Machine-Learning for Social Science Lab (MSSL)

MSSL is an institutional division of the Center for the Peace and Security Studies (cPASS).

The Machine Learning for Social Science Lab (MSSL) is dedicated specifically to the intersection of questions from the social sciences and methods from computer science and mathematics. MSSL will serve as a long term institutional home to data collection efforts and methodological tools that otherwise exist as informal, scattered, and temporary collaborations between individual scholars.

More about MSSL

Today, the social science and computer science communities share a wonderful problem. The ever decreasing cost of data collection and processing has made more data available on more subjects than ever before. At the same time, algorithms for making sense of that data have progressed faster than expected, with advances like deep neural networks quickly making machine reading, vision, and inference a reality. Meanwhile, the social sciences are becoming increasingly accepting of large scale computational approaches, but computational social science projects are still relatively isolated. Technically savvy social scientists constantly reinvent the wheel to solve a specific problem in their project and then move on without institutionalizing the capability for the next generation. What is needed is a concerted effort to institutionalize the skills, tools, and tricks we’re already developing in the social sciences and to turn the attention of our computer scientist colleagues to the specific problems we face in our domains.

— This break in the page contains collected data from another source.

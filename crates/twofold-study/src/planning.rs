//! What a planned design can see before the first run: power and the smallest detectable effect
//! for the design options of the window, the `plan` command and the summary page, from
//! `twofold_core::power` (two-sided t test of one effect in the main-effects model).

use twofold_core::power::{PowerSpec, main_effects_error_df, replicates_needed};

use crate::project::{BlockChoice, DesignSettings, PowerSettings, Project};

/// Most replicates tried when looking for the count that finds the effect asked for.
pub const MAX_REPLICATES: usize = 64;

/// The runs of a design as far as power is concerned.
#[derive(Debug, Clone, Copy, PartialEq, Eq)]
pub struct RunCounts {
    /// Two-level runs of one replicate (centre points not counted).
    pub per_replicate: usize,
    /// Complete copies.
    pub replicates: usize,
    /// Centre points in all.
    pub centre: usize,
    /// Blocks of one replicate (1 = unblocked).
    pub blocks_per_replicate: usize,
    /// Whether each replicate is a set of blocks of its own.
    pub replicates_as_blocks: bool,
    /// Terms of the model the test is made in (the main effects: the number of factors).
    pub terms: usize,
}

impl RunCounts {
    /// The counts of `design` for `factors` factors with `per_replicate` two-level runs in one
    /// replicate (a fold-over doubles them), for the main-effects model.
    pub fn of(design: &DesignSettings, factors: usize, per_replicate: usize) -> RunCounts {
        let blocks = match &design.blocks {
            BlockChoice::Count(n) => (*n).max(1) as usize,
            BlockChoice::Generators(g) => {
                1usize << g.iter().filter(|t| !t.trim().is_empty()).count().min(16)
            }
        };
        let per_replicate = if design.fold.is_some() {
            2 * per_replicate
        } else {
            per_replicate
        };
        let blocks = if design.fold.is_some() { 2 } else { blocks };
        let replicates = design.replicates.max(1) as usize;
        let set_count = if design.replicates_as_blocks {
            blocks * replicates
        } else {
            blocks
        };
        RunCounts {
            per_replicate,
            replicates,
            centre: design.centre_points_per_block as usize * set_count,
            blocks_per_replicate: blocks,
            replicates_as_blocks: design.replicates_as_blocks,
            terms: factors,
        }
    }

    fn spec(&self, sigma: f64, alpha: f64, replicates: usize) -> PowerSpec {
        let runs = self.per_replicate * replicates;
        let blocks = if self.replicates_as_blocks {
            self.blocks_per_replicate * replicates
        } else {
            self.blocks_per_replicate
        };
        PowerSpec {
            sigma,
            alpha,
            runs,
            error_df: main_effects_error_df(runs + self.centre, self.terms, blocks),
        }
    }
}

/// The power figures of one design.
#[derive(Debug, Clone, Copy, PartialEq)]
pub struct DesignPower {
    /// Process standard deviation used.
    pub sigma: f64,
    /// Level of the test.
    pub alpha: f64,
    /// Power asked.
    pub power: f64,
    /// Error degrees of freedom of the main-effects model.
    pub error_df: usize,
    /// Smallest effect found with probability `power`.
    pub detectable_effect: f64,
    /// The effect size asked about, if any.
    pub effect: Option<f64>,
    /// Replicates of the design needed to find `effect` with probability `power` (`None`: more
    /// than [`MAX_REPLICATES`], or no effect asked).
    pub replicates_needed: Option<usize>,
}

/// Power figures of a design with `counts`, given the engineer's settings; `None` without a
/// process standard deviation, an error in words when the numbers cannot be used.
pub fn design_power(
    counts: &RunCounts,
    settings: &PowerSettings,
) -> Option<Result<DesignPower, String>> {
    let sigma = settings.sigma?;
    let (alpha, power) = (settings.alpha, settings.power);
    // A named model: its distinct terms (labels that do not read as terms are not counted; the
    // field that takes them says so).
    let mut counts = *counts;
    if !settings.model_labels().is_empty() {
        let mut terms: Vec<twofold_core::term::Term> = settings
            .model_labels()
            .into_iter()
            .filter_map(|t| twofold_core::term::Term::parse(t, counts.terms.max(1)).ok())
            .collect();
        terms.sort();
        terms.dedup();
        counts.terms = terms.len();
    }
    let counts = &counts;
    let now = counts.spec(sigma, alpha, counts.replicates);
    let compute = || -> Result<DesignPower, String> {
        let detectable_effect = now.detectable_effect(power).map_err(|e| e.to_string())?;
        let replicates_needed = match settings.effect {
            Some(d) => {
                replicates_needed(d, power, MAX_REPLICATES, |r| counts.spec(sigma, alpha, r))
                    .map_err(|e| e.to_string())?
            }
            None => None,
        };
        Ok(DesignPower {
            sigma,
            alpha,
            power,
            error_df: now.error_df,
            detectable_effect,
            effect: settings.effect,
            replicates_needed,
        })
    };
    Some(compute())
}

/// Power figures of the project's run sheet as planned (two-level runs counted on the sheet).
pub fn project_power(project: &Project) -> Option<Result<DesignPower, String>> {
    project.power.sigma?;
    let two_level = project.runs.iter().filter(|r| !r.centre).count();
    let replicates = project.design.replicates.max(1) as usize;
    let mut design = project.design.clone();
    // The sheet already holds the fold-over's runs.
    design.fold = None;
    let mut counts = RunCounts::of(&design, project.factors.len(), two_level / replicates);
    counts.centre = project.runs.iter().filter(|r| r.centre).count();
    if project.design.fold.is_some() {
        counts.blocks_per_replicate = 2;
    }
    design_power(&counts, &project.power)
}

#[cfg(test)]
mod tests {
    use super::*;

    #[test]
    fn counts_follow_the_design_settings() {
        let d = DesignSettings {
            replicates: 2,
            centre_points_per_block: 3,
            blocks: BlockChoice::Count(2),
            ..DesignSettings::default()
        };
        let c = RunCounts::of(&d, 4, 16);
        assert_eq!(c.per_replicate, 16);
        assert_eq!(c.centre, 6);
        assert_eq!(c.blocks_per_replicate, 2);
        // Error df of the main-effects model: 32 + 6 − 1 − 4 − (2 − 1) = 32 (counted by hand).
        let spec = c.spec(1.0, 0.05, 2);
        assert_eq!(spec.error_df, 32);
        assert_eq!(spec.runs, 32);
    }

    #[test]
    fn no_sigma_no_figures_and_more_replicates_see_smaller_effects() {
        let d = DesignSettings::default();
        let c = RunCounts::of(&d, 3, 8);
        assert!(design_power(&c, &PowerSettings::default()).is_none());
        let s = PowerSettings {
            sigma: Some(1.0),
            effect: Some(1.5),
            ..PowerSettings::default()
        };
        let one = match design_power(&c, &s) {
            Some(Ok(p)) => p,
            other => panic!("{other:?}"),
        };
        let d2 = DesignSettings {
            replicates: 2,
            ..DesignSettings::default()
        };
        let two = match design_power(&RunCounts::of(&d2, 3, 8), &s) {
            Some(Ok(p)) => p,
            other => panic!("{other:?}"),
        };
        assert!(two.detectable_effect < one.detectable_effect);
        // Twice the runs need at most as many copies of the doubled design as of the single one.
        assert!(two.replicates_needed <= one.replicates_needed);
        assert!(one.replicates_needed.is_some());
    }
}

Machine learning is a type of artificial intelligence that provides computers with the ability to learn without being explicitly programmed. Machine learning focuses on the development of computer programs that can change when exposed to new data. MSSL fills an institutional gap of providing instructional, technical, logistical, and financial support to fledgling machine learning projects. Further, it will fill an intellectual gap connecting the new generation of advanced data collection, mining, and machine learning capabilities to specific domains in the social sciences.

The mandate of the Machine Learning for Social Science Lab is to identify and institutionalize recent but mature technologies that could be quickly adapted to domain specific questions in the social sciences. To be concrete, here are just some of the projects already underway: (1) The creation and management of a centralized repository of unstructured text for mining, soon to include hundreds of millions of books, government documents, and news reports; (2) the creation of the Social Science Knowledge Inference Network (SSKI-Net), a domain specific knowledge graph of billions of people, places, and events throughout history; (3) a repository of satellite imagery and digitized military and political maps spanning centuries and geospatial data scraped from them; (4) a hub for social communications data such as twitter and cell phone calls, (5) the Very Wide Cross-National dataset of the Nuclear Age, compiling thousands of measures of countries in one place, (6) a web based graphical user interface for human tagging of events and concepts in unstructured texts, and much more.

Creating, managing, processing, and making available these resources to the community require advanced capabilities not typically found in a social science department. MSSL will handle outreach efforts which are already proving to be problematic under just the heading of Political Science, including negotiating memorandums of understanding for data sharing and collaboration with other labs, recruiting postdocs, graduate students, and undergraduates in other fields, and hiring programmers and other technical experts. It will provide a point of rallying for our own efforts and people in the social sciences for scholars and students whose interests include technological areas but aren’t recognized or served by the core social science methods. Finally, it will pursue grant writing and collaboration so that these capabilities can be expanded and made available over a long time horizon for future scholars.